Geez, I loved this storyOriginally Posted by Ortizmo2000Early one day, when Indy was still in the first year of it's immense popularity, I was in the queue with my then-GF. The line had already stretched out of Adventureland and around to the gateway of Frontierland. There was an Indian family behind me, four - maybe five of them, and people were piling onto this line by the second.
A very fit, athletic black man and his son (perhaps 8 years old) had decided that it didn't matter how many had already gotten into the queue - he'd chosen his and his son's spot. He proceeds to slip in behind me and directly in front of the Indian family. I could see the rather perturbed look on their faces at being disregarded so blatantly. The man himself just went on about his day, looking around thru sunglasses as if this was just the norm.
Now, I did what in this day and age can be considered very stupid and dangerous - but I couldn't help myself. I decided to confront another human being. I think it was the fact that these Indians looked so intimidated by this event that set me off. I've always hated bullies...in all of their shapes and sizes.
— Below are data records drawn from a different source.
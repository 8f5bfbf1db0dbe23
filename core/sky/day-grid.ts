/** One design day: its instants and the sky over it. Columns run together, one row a step, sampled at the middle of the step. */
export type DayGrid = {
  readonly key: string;
  readonly name: string;
  /** Civil date, YYYY-MM-DD. */
  readonly date: string;
  readonly step_min: number;
  /** UTC milliseconds of each sample. */
  readonly instant_ms: Float64Array;
  /** Minutes of the civil clock since midnight at each sample, as the clock shows them. */
  readonly clock_min: Float64Array;
  readonly azimuth_rad: Float64Array;
  /** True altitude. */
  readonly altitude_rad: Float64Array;
  readonly beamNormal_Wm2: Float64Array;
  readonly diffuse_Wm2: Float64Array;
  readonly global_Wm2: Float64Array;
  readonly tAir_C: Float64Array;
};
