import * as maths from '../maths/maths.ts';
import { perezBrightness } from './perez.ts';

/** The sky at one moment and how the plane lies in it. */
export type PlaneInput = {
  readonly beamNormal_Wm2: number;
  readonly diffuse_Wm2: number;
  /** On the level: what the ground reflects. */
  readonly global_Wm2: number;
  /** Facing the sun outside the air. */
  readonly extraterrestrial_Wm2: number;
  /** Relative air mass (Kasten–Young), not corrected for pressure; only Perez asks for it. */
  readonly airMass: number;
  /** Zenith angle of the sun [rad]. */
  readonly zenith_rad: number;
  /** Cosine of the angle between the sun and the plane's normal; at or below 0 the sun is behind the plane. */
  readonly cosIncidence: number;
  /** 0 faces up, π/2 a wall, above that it faces down [rad]. */
  readonly tilt_rad: number;
  /** 0..1. */
  readonly groundReflectance: number;
};

/** Irradiance on a plane, part by part, because each part is shaded in its own way [W/m²]. */
export type PlaneParts = {
  readonly beam: number;
  /** Sky light from close around the sun: shaded as the beam is. */
  readonly circumsolar: number;
  /** From the evenly bright dome: proportional to the share of the sky that the plane sees. */
  readonly sky: number;
  /** From the band along the horizon: may be negative, where the horizon is darker than the dome. */
  readonly horizon: number;
  readonly ground: number;
};

export type SkyModel = 'isotropic' | 'hay-davies' | 'perez';

/** What each model is, for the working and for the choice on screen. */
export const SKY_MODELS: {
  readonly [M in SkyModel]: { readonly name: string; readonly source: string; readonly valid: string };
} = {
  isotropic: {
    name: 'evenly bright sky',
    source:
      'H. C. Hottel, B. B. Woertz, Transactions of the ASME 64, 91–104 (1942); B. Y. H. Liu, R. C. Jordan, ASHRAE Transactions 67, 526–541 (1961)',
    valid: 'overcast skies; gives too little on the sunny side under a clear sky',
  },
  'hay-davies': {
    name: 'Hay–Davies 1980',
    source: 'J. E. Hay, J. A. Davies, Proceedings of the First Canadian Solar Radiation Data Workshop, 59–72 (1980)',
    valid: 'all skies with the sun above the horizon; no brightening of the horizon',
  },
  perez: {
    name: 'Perez 1990',
    source:
      'R. Perez, P. Ineichen, R. Seals, J. Michalsky, R. Stewart, Solar Energy 44, 271–289 (1990), all-sites composite',
    valid: 'all skies with the sun above the horizon; results step a little between its eight classes of clearness',
  },
};

/** cos 89°: Hay–Davies divides by the height of the sun; below 1° it stands still. */
const LOWEST_HAY_DAVIES = 0.01745;
/** cos 85°: the same in Perez, as in the paper. */
const LOWEST_PEREZ = maths.cos((85 * Math.PI) / 180);

/**
 * Irradiance on an unshaded plane with a free horizon, its parts apart. With the sun at or below the horizon no beam and an
 * evenly bright sky are taken, whichever the model: the models say nothing of twilight.
 * @see `SKY_MODELS` for each model's source
 */
export function planeIrradiance(model: SkyModel, input: PlaneInput): PlaneParts {
  const { diffuse_Wm2: diffuse, tilt_rad, groundReflectance } = input;
  const up = maths.cos(input.zenith_rad);
  const ground = (input.global_Wm2 * groundReflectance * (1 - maths.cos(tilt_rad))) / 2;
  const dome = (1 + maths.cos(tilt_rad)) / 2;
  const facing = Math.max(0, input.cosIncidence);
  if (!(up > 0)) return { beam: 0, circumsolar: 0, sky: diffuse * dome, horizon: 0, ground };
  const beam = input.beamNormal_Wm2 * facing;
  if (model === 'isotropic' || !(diffuse > 0))
    return { beam, circumsolar: 0, sky: Math.max(0, diffuse) * dome, horizon: 0, ground };
  if (model === 'hay-davies') {
    const like = input.beamNormal_Wm2 / input.extraterrestrial_Wm2;
    const ratio = facing / Math.max(up, LOWEST_HAY_DAVIES);
    return { beam, circumsolar: diffuse * like * ratio, sky: diffuse * (1 - like) * dome, horizon: 0, ground };
  }
  const { f1, f2 } = perezBrightness(input);
  const circumsolar = (diffuse * f1 * facing) / Math.max(up, LOWEST_PEREZ);
  const sky = diffuse * (1 - f1) * dome;
  const horizon = diffuse * f2 * maths.sin(tilt_rad);
  // A dark horizon can outweigh the rest on a plane that faces away from the sun or down; there is no negative light.
  return circumsolar + sky + horizon > 0
    ? { beam, circumsolar, sky, horizon, ground }
    : { beam, circumsolar: 0, sky: 0, horizon: 0, ground };
}

/** All parts together [W/m²]. */
export const planeTotal = (p: PlaneParts): number => p.beam + p.circumsolar + p.sky + p.horizon + p.ground;
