import * as maths from '../maths/maths.ts';
import { SEA_LEVEL_hPa } from './air-mass.ts';
import { type ClearSun, type ModelNote, NO_SUN, type SplitSky } from './clear-sun.ts';

/** The air as the simplified Solis model sees it. */
export type SolisAir = {
  /** Aerosol optical depth at 700 nm. */
  readonly aerosol700: number;
  readonly water_cm: number;
};

export const SOLIS_NOTE: ModelNote = {
  name: 'simplified Solis 2008',
  source: 'P. Ineichen, A broadband simplified version of the Solis clear sky model, Solar Energy 82, 758–762 (2008)',
  gives: 'beam and diffuse',
  needs: [
    { key: 'aerosol700', name: 'aerosol optical depth at 700 nm', unit: '', min: 0, max: 0.45, usual: '0.08' },
    { key: 'water_cm', name: 'precipitable water', unit: 'cm', min: 0.2, max: 10, usual: '1.5' },
  ],
  lowestAltitude_deg: 3,
  valid: 'cloudless sky, sun at 3° or higher, aerosol optical depth at 700 nm up to 0.45, sites up to 7000 m',
};

/**
 * Cloudless sky from aerosol and water. Beam, diffuse and global are three fits of their own, so that global differs a little
 * from beam + diffuse on the level. Less than 0.2 cm of water counts as 0.2 cm, where the fit begins.
 * @returns beam facing the sun, diffuse and global on the level [W/m²]; zeros with the sun at or below the horizon
 * @see P. Ineichen, Solar Energy 82, 758–762 (2008)
 */
export function simplifiedSolis(sun: ClearSun, air: SolisAir): SplitSky {
  const up = maths.sin(sun.apparentAltitude_rad);
  if (!(up > 0)) return NO_SUN;
  const a = air.aerosol700;
  const w = Math.max(air.water_cm, 0.2);
  const lw = maths.log(w);
  const lp = maths.log(sun.pressure_hPa / SEA_LEVEL_hPa);
  const raised =
    sun.extraterrestrial_Wm2 *
    (0.12 * maths.pow(w, 0.56) * a * a + 0.97 * maths.pow(w, 0.032) * a + 1.08 * maths.pow(w, 0.0051) + 0.071 * lp);
  const tauBeam =
    (1.82 + 0.056 * lw + 0.0071 * lw * lw) * a + 0.33 + 0.045 * lw + 0.0096 * lw * lw + (0.0089 * w + 0.13) * lp;
  const powerBeam = (0.00925 * a * a + 0.0148 * a - 0.0172) * lw - 0.7565 * a * a + 0.5057 * a + 0.4557;
  const tauGlobal =
    (1.24 + 0.047 * lw + 0.0061 * lw * lw) * a + 0.27 + 0.043 * lw + 0.009 * lw * lw + (0.0079 * w + 0.1) * lp;
  const powerGlobal = -0.0147 * lw - 0.3079 * a * a + 0.2846 * a + 0.3798;
  const powerDiffuse = -0.337 * a * a + 0.63 * a + 0.116 + lp / (18 + 152 * a);
  return {
    beamNormal_Wm2: raised * maths.exp(-tauBeam / maths.pow(up, powerBeam)),
    diffuse_Wm2: raised * maths.exp(-tauDiffuse(a, w, lp) / maths.pow(up, powerDiffuse)),
    global_Wm2: raised * up * maths.exp(-tauGlobal / maths.pow(up, powerGlobal)),
  };
}

/** Optical depth for diffuse: one polynomial in the aerosol for very clean air, one for the rest. */
function tauDiffuse(a: number, w: number, lp: number): number {
  const clean = a < 0.05;
  const t4 = clean ? 86 * w - 13800 : -0.21 * w + 11.6;
  const t3 = clean ? -3.11 * w + 79.4 : 0.27 * w - 20.7;
  const t2 = clean ? -0.23 * w + 74.8 : -0.134 * w + 15.5;
  const t1 = clean ? 0.092 * w - 8.86 : 0.0554 * w - 5.71;
  const t0 = clean ? 0.0042 * w + 3.12 : 0.0057 * w + 2.94;
  const tp = clean ? -0.83 * maths.pow(1 + a, -17.2) : -0.71 * maths.pow(1 + a, -15);
  return (((t4 * a + t3) * a + t2) * a + t1) * a + t0 + tp * lp;
}
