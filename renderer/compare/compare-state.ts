import { computed } from '@preact/signals';
import { faultLine } from '../../core/scheme/fault.ts';
import { type KeptVariant, MOST_SIDE_BY_SIDE, variantsOf } from '../../core/scheme/variants.ts';
import { host } from '../bridge/host.ts';
import { hands } from '../jobs/hands.ts';
import { committed, edit, editVariants, whole } from '../state/document.ts';
import { tell } from '../state/messages.ts';
import { words } from '../words/words.ts';

/** The variants that are kept with the scheme: saved with it, and each kept or let go of as an edit. */
export const kept = computed<readonly KeptVariant[]>(() => (whole.value === null ? [] : variantsOf(whole.value)));
export const isFull = computed(() => kept.value.length >= MOST_SIDE_BY_SIDE - 1);

/** A name that no variant has yet. */
function freeName(wanted: string): string {
  const used = new Set(kept.peek().map((variant) => variant.name));
  if (!used.has(wanted)) return wanted;
  for (let n = 2; ; n++) if (!used.has(`${wanted} ${n}`)) return `${wanted} ${n}`;
}

function add(variant: KeptVariant): void {
  editVariants(words.compare.keepEdit(variant.name), (variants) => [...variants, variant]);
}

/** Keeps the scheme as it stands on the desk. */
export function keepNow(name: string): void {
  const scheme = committed.peek();
  if (scheme === null || isFull.peek()) return;
  const wanted = name.trim() === '' ? words.compare.usual(kept.peek().length + 1) : name.trim();
  add({ name: freeName(wanted), scheme });
}

/** Adds a scheme file that the user chooses. */
export async function addFile(): Promise<void> {
  const reply = await host['scheme:open'](null);
  if (!reply.ok) return tell('failure', words.status.notOpened(reply.message));
  if (reply.value === null) return;
  const { name, bytes } = reply.value;
  const outcome = await hands.clerk.run('read', { text: new TextDecoder().decode(bytes) });
  if (outcome.kind === 'failed') return tell('failure', words.compare.notAdded(name, outcome.message));
  if (outcome.kind !== 'done') return;
  if (!outcome.result.ok)
    return tell('failure', words.compare.notAdded(name, outcome.result.faults.map(faultLine).join(' · ')));
  const short = name.replace(/(\.scheme)?\.json$/i, '').slice(0, LONGEST_NAME) || name;
  add({ name: freeName(short), scheme: outcome.result.value });
}

/** A free name may need a number more; the file's own bound is 60. */
export const LONGEST_NAME = 40;

export function letGo(name: string): void {
  editVariants(words.compare.letGoEdit(name), (variants) => variants.filter((variant) => variant.name !== name));
}

/** Puts a variant on the desk as one edit, which undo takes back; the variants stay. */
export function putOnDesk({ name, scheme }: KeptVariant): void {
  edit(words.compare.edit(name), () => scheme);
}
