import { cividisRgb } from '../../core/sheet/cividis.ts';
import { divergingRgb } from '../../core/sheet/diverging.ts';
import type { Quantity, Side } from './map-picture.ts';

/** Steps between the numbers of a scale, as multiples of a power of ten, the plainest first. */
const STEPS = [1, 2, 5, 2.5, 3, 4] as const;
const FEWEST_STEPS = 3;
const MOST_STEPS = 6;

export type MapUnit = 'h' | 'Wh/m²' | 'kWh/m²';

/** How the numbers of a map become colours, and the numbers that stand beside them, in the unit that is shown. */
export type MapScale = {
  /** A scale from nothing up, or one with losses and gains on either side of nothing. */
  readonly isSigned: boolean;
  readonly unit: MapUnit;
  /** What a number of the map is multiplied by to be shown in the unit. */
  readonly factor: number;
  /** The end of the scale, as shown. */
  readonly most: number;
  readonly ticks: readonly number[];
  readonly decimals: number;
};

/** From this many on, energy is shown in kWh/m² [Wh/m²]. */
const KILO_FROM = 20_000;

/**
 * A scale with round ends for numbers of a size.
 * @param size   the greatest number of the map, without its sign: hours or Wh/m²
 * @param share  what each is multiplied by first, such as 1/4 for the mean of four days
 */
export function scaleFor(quantity: Quantity, side: Side, size: number, share: number): MapScale {
  const isKilo = quantity === 'energy' && size * share >= KILO_FROM;
  const factor = share * (isKilo ? 1e-3 : 1);
  const shown = Math.max(size * factor, quantity === 'sun' ? 0.5 : 1e-3);
  const { step, steps } = roundSteps(shown);
  const most = steps * step;
  const isSigned = side === 'change';
  const ticks = Array.from({ length: (isSigned ? 2 : 1) * steps + 1 }, (_, i) => (isSigned ? i - steps : i) * step);
  const decimals = [0, 1, 2, 3].find((d) => isWhole(step * 10 ** d)) ?? 4;
  return { isSigned, unit: quantity === 'sun' ? 'h' : isKilo ? 'kWh/m²' : 'Wh/m²', factor, most, ticks, decimals };
}

/** Round steps that reach a length with little to spare. */
function roundSteps(length: number): { readonly step: number; readonly steps: number } {
  const power = 10 ** Math.floor(Math.log10(length) + 1e-9);
  let best = { step: length, steps: 1, over: Infinity };
  for (const multiple of [...STEPS, ...STEPS.map((m) => m / 10)]) {
    const step = multiple * power;
    const steps = Math.ceil(length / step - 1e-9);
    if (steps < FEWEST_STEPS || steps > MOST_STEPS) continue;
    const over = steps * step - length;
    if (over < best.over - 1e-9 * length) best = { step, steps, over };
  }
  return best;
}

const isWhole = (v: number): boolean => Math.abs(v - Math.round(v)) < 1e-9;

/** Colours of a map by number: nothing there, nothing of it, then the scale from its one end to the other. */
export const NOTHING = 0;
export const NONE = 1;
const FIRST = 2;
const LAST = 254;

/** Entry of the colour table for a number of the map; null is nothing. */
export function shadeOf(scale: MapScale, value: number | null): number {
  if (value === null) return NOTHING;
  const t = (value * scale.factor) / scale.most;
  if (scale.isSigned) return FIRST + Math.round(((Math.max(-1, Math.min(1, t)) + 1) / 2) * (LAST - FIRST));
  return t <= 1e-9 ? NONE : FIRST + Math.round(Math.min(1, t) * (LAST - FIRST));
}

type Rgb8 = readonly [number, number, number];

/** The colour table: red, green, blue and 255 of each entry. @param nothing of what has no number @param none the grey that says: none of it */
export function colourTable(isSigned: boolean, nothing: Rgb8, none: Rgb8, isOnDark: boolean): Uint8Array {
  const table = new Uint8Array(256 * 4);
  for (let i = NOTHING; i <= LAST; i++) {
    const t = (i - FIRST) / (LAST - FIRST);
    const scaled = isSigned ? divergingRgb(2 * t - 1, isOnDark) : cividisRgb(t);
    const rgb = i === NOTHING ? nothing : i === NONE ? none : scaled;
    table.set([...rgb, 255], i * 4);
  }
  return table;
}
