/**
 * Share of the daily range by which the air is cooler than the day's maximum, at clock hours 1 to 24: coolest at 5, warmest
 * at 14 and 15. One profile serves all places on hot design days.
 * @see ASHRAE Handbook of Fundamentals (2009 and later), ch. 14, table of the fraction of the daily temperature range, after
 *      research project RP-1363
 */
const FALL = [
  0.88, 0.92, 0.95, 0.98, 1.0, 0.98, 0.91, 0.74, 0.55, 0.38, 0.23, 0.13, 0.05, 0.0, 0.0, 0.06, 0.14, 0.24, 0.39, 0.5,
  0.59, 0.68, 0.75, 0.82,
];

/**
 * Air temperature of a hot design day.
 * @param clock_min  minutes of the civil clock since midnight; the profile is drawn straight between its hours and closes over midnight
 * @param maximum_C  maximum of the day [°C]
 * @param range_K    maximum less minimum [K], 0 or more
 */
export function designTemperature_C(clock_min: number, maximum_C: number, range_K: number): number {
  const hour = (((clock_min / 60) % 24) + 24) % 24;
  const before = Math.floor(hour);
  const fall = (h: number): number => FALL[(h + 23) % 24] as number;
  const share = hour - before;
  return maximum_C - range_K * (fall(before) * (1 - share) + fall(before + 1) * share);
}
I'm also very impulsive....I don't always think before speaking or acting.
"The end of the line's back there," I advised the guy.
His response can't be repeated here without getting creative.
Well, the finer memories of the next few minutes have faded with the passing of time, but I do remember some things much clearer than others.
- The guy was about as fit as Wesly Snipes, and just as intimdating to look at.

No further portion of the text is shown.